→ EXERCISE DESCRIPTION
Whenever a line below holds the word "entry", count it; then give the total and nothing else.

→ MATERIALS PROVIDED
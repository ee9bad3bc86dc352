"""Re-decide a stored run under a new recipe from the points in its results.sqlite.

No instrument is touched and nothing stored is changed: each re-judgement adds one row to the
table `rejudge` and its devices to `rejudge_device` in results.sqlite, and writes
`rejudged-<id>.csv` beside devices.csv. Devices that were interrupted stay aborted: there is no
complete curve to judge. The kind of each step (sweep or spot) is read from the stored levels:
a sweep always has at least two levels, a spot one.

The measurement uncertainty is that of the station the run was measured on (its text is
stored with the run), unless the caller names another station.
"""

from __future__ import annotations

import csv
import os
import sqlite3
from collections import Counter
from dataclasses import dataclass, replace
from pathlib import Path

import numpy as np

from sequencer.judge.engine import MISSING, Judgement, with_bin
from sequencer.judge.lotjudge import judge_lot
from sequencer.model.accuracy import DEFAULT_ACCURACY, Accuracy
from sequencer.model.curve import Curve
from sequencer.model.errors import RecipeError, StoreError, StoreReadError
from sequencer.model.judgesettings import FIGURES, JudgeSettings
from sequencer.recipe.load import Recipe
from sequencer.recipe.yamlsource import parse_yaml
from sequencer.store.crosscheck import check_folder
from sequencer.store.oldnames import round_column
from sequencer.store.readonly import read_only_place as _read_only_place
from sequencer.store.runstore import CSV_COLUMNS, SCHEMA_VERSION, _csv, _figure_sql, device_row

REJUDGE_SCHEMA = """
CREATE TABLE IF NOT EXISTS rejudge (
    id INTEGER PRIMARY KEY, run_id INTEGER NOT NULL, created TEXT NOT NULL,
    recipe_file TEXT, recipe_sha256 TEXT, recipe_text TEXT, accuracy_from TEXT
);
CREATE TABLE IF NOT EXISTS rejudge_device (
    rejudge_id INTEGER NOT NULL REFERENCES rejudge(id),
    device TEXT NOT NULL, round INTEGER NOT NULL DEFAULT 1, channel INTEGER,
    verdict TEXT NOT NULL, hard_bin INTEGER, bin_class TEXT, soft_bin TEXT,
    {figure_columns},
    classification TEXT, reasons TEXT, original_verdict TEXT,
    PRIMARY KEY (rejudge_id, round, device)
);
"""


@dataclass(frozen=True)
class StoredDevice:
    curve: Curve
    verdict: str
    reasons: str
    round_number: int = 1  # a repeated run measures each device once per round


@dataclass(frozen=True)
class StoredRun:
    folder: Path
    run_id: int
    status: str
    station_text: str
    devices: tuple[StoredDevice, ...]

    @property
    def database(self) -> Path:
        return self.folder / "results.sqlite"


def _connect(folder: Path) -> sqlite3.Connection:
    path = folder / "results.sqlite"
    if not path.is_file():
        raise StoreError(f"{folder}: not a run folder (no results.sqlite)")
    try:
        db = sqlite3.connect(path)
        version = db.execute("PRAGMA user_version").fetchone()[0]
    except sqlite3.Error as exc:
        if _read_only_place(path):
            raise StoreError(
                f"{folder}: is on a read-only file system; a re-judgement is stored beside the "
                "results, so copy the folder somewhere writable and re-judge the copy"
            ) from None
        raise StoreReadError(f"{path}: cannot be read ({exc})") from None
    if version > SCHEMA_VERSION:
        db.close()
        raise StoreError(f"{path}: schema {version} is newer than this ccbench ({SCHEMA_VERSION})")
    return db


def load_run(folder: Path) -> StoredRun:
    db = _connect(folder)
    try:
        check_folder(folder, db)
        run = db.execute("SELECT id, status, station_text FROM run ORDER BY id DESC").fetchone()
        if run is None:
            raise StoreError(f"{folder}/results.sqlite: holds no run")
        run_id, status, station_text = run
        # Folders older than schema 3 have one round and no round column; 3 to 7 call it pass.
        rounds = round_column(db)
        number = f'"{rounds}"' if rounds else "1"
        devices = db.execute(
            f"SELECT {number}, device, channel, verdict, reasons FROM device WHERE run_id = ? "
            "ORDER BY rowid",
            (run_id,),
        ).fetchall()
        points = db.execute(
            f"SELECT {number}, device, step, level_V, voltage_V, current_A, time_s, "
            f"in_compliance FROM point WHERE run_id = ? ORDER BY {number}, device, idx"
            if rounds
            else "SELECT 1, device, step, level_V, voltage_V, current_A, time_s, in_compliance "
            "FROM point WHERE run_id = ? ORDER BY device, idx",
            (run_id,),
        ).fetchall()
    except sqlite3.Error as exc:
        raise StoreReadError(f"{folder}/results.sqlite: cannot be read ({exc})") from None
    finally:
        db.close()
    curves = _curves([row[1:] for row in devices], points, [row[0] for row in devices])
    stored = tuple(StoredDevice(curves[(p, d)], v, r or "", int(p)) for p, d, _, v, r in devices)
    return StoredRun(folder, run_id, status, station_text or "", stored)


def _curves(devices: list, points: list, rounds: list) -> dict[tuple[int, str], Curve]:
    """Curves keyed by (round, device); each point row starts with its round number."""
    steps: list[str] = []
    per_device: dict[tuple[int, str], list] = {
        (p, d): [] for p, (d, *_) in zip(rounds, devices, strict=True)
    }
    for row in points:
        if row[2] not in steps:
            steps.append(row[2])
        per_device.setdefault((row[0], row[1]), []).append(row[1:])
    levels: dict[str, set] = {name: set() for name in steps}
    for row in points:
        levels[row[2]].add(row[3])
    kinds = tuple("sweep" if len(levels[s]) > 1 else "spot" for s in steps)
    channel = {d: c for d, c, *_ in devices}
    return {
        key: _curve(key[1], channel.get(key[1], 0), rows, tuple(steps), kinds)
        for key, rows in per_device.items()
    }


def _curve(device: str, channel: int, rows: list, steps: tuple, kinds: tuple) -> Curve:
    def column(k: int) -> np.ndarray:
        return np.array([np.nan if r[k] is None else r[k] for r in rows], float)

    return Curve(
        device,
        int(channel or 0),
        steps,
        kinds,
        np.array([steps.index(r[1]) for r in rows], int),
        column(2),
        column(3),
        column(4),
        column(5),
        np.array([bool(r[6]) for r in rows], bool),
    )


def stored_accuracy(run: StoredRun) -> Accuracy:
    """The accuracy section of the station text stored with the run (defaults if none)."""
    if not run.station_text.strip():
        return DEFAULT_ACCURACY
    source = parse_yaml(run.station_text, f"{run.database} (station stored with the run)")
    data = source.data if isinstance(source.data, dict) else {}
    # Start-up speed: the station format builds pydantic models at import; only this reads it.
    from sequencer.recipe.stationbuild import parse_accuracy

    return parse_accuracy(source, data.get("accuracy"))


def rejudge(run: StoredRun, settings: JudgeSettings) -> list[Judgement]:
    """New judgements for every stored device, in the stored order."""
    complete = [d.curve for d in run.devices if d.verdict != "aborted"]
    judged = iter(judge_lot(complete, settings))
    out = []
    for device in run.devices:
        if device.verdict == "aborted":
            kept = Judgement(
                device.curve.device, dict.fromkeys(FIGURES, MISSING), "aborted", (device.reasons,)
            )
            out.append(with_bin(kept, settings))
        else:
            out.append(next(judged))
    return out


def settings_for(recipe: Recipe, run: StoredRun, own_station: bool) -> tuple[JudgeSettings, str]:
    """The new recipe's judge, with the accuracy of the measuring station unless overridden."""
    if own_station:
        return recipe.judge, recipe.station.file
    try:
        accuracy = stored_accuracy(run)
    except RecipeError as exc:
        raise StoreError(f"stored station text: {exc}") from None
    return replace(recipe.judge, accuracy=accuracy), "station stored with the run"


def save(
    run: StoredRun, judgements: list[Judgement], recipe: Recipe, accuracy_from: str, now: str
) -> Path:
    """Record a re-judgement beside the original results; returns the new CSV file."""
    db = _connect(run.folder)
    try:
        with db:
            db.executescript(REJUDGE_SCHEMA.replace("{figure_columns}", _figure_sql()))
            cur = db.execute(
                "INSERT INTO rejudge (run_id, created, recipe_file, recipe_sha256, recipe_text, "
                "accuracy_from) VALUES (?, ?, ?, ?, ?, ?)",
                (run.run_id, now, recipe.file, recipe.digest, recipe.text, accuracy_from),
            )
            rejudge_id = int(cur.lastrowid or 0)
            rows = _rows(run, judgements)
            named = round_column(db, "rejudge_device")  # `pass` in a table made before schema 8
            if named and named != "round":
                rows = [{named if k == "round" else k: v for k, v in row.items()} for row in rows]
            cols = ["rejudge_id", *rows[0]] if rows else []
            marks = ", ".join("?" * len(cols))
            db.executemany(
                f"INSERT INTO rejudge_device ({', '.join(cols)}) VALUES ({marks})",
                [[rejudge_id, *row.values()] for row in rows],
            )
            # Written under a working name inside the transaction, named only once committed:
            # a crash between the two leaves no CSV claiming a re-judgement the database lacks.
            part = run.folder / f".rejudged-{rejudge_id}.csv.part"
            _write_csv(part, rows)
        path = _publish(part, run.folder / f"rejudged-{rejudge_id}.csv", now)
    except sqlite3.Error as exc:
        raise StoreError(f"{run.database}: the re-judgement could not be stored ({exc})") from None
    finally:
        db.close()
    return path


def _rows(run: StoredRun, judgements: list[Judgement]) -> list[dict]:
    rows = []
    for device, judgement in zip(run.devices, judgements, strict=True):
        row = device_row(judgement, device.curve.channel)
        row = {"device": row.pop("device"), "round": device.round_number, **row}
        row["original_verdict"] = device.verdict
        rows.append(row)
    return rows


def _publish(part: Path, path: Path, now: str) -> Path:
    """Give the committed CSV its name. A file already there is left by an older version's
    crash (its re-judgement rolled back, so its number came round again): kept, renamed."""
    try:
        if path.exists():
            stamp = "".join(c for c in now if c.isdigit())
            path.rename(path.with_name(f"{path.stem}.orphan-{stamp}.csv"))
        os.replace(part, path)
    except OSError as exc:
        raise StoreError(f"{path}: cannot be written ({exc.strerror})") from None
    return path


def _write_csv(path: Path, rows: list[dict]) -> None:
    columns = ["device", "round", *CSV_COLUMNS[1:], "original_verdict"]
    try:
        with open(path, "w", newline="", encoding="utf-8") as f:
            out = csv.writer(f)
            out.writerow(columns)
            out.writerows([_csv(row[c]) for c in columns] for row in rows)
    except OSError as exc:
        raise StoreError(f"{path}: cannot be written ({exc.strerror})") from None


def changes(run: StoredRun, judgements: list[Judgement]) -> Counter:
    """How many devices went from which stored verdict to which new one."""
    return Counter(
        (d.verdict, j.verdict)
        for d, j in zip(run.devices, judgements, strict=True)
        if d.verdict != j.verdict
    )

---

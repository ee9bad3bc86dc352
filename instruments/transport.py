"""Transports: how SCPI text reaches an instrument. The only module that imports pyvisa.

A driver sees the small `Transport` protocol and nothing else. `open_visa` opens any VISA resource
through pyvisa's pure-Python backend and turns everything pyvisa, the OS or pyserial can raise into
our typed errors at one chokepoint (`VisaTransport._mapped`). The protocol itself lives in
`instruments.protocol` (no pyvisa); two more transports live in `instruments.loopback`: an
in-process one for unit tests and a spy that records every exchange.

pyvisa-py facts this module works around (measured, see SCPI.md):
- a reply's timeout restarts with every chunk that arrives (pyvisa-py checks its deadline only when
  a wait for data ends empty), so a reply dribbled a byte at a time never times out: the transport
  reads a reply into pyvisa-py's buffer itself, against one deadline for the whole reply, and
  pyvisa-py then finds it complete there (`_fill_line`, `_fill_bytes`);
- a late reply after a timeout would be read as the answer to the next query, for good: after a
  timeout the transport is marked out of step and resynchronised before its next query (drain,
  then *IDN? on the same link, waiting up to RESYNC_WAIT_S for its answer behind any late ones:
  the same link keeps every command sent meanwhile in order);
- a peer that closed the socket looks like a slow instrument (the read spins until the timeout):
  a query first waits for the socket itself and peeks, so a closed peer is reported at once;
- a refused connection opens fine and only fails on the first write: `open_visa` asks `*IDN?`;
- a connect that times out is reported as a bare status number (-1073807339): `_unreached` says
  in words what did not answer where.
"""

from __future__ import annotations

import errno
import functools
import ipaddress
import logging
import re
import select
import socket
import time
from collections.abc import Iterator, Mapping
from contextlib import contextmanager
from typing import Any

---

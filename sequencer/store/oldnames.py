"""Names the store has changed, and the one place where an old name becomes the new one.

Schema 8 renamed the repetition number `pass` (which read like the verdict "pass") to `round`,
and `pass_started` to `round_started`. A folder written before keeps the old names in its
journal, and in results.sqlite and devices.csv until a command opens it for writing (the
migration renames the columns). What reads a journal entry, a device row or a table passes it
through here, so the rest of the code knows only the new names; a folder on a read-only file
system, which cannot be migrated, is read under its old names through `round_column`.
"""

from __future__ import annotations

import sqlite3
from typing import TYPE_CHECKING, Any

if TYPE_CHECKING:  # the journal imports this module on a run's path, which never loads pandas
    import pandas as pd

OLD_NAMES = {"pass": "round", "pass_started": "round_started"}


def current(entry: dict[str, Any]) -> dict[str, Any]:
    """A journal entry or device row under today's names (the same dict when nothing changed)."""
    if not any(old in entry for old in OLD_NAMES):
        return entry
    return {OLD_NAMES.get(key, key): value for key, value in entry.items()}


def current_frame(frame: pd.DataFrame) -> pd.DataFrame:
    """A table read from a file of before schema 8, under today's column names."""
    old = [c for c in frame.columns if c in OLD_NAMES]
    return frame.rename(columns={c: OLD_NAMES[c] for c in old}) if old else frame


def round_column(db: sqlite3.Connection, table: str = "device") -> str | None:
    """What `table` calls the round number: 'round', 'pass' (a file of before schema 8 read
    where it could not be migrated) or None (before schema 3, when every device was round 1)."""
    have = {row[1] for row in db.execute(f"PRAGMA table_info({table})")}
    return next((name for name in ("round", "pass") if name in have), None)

→ ANSWER BOX
6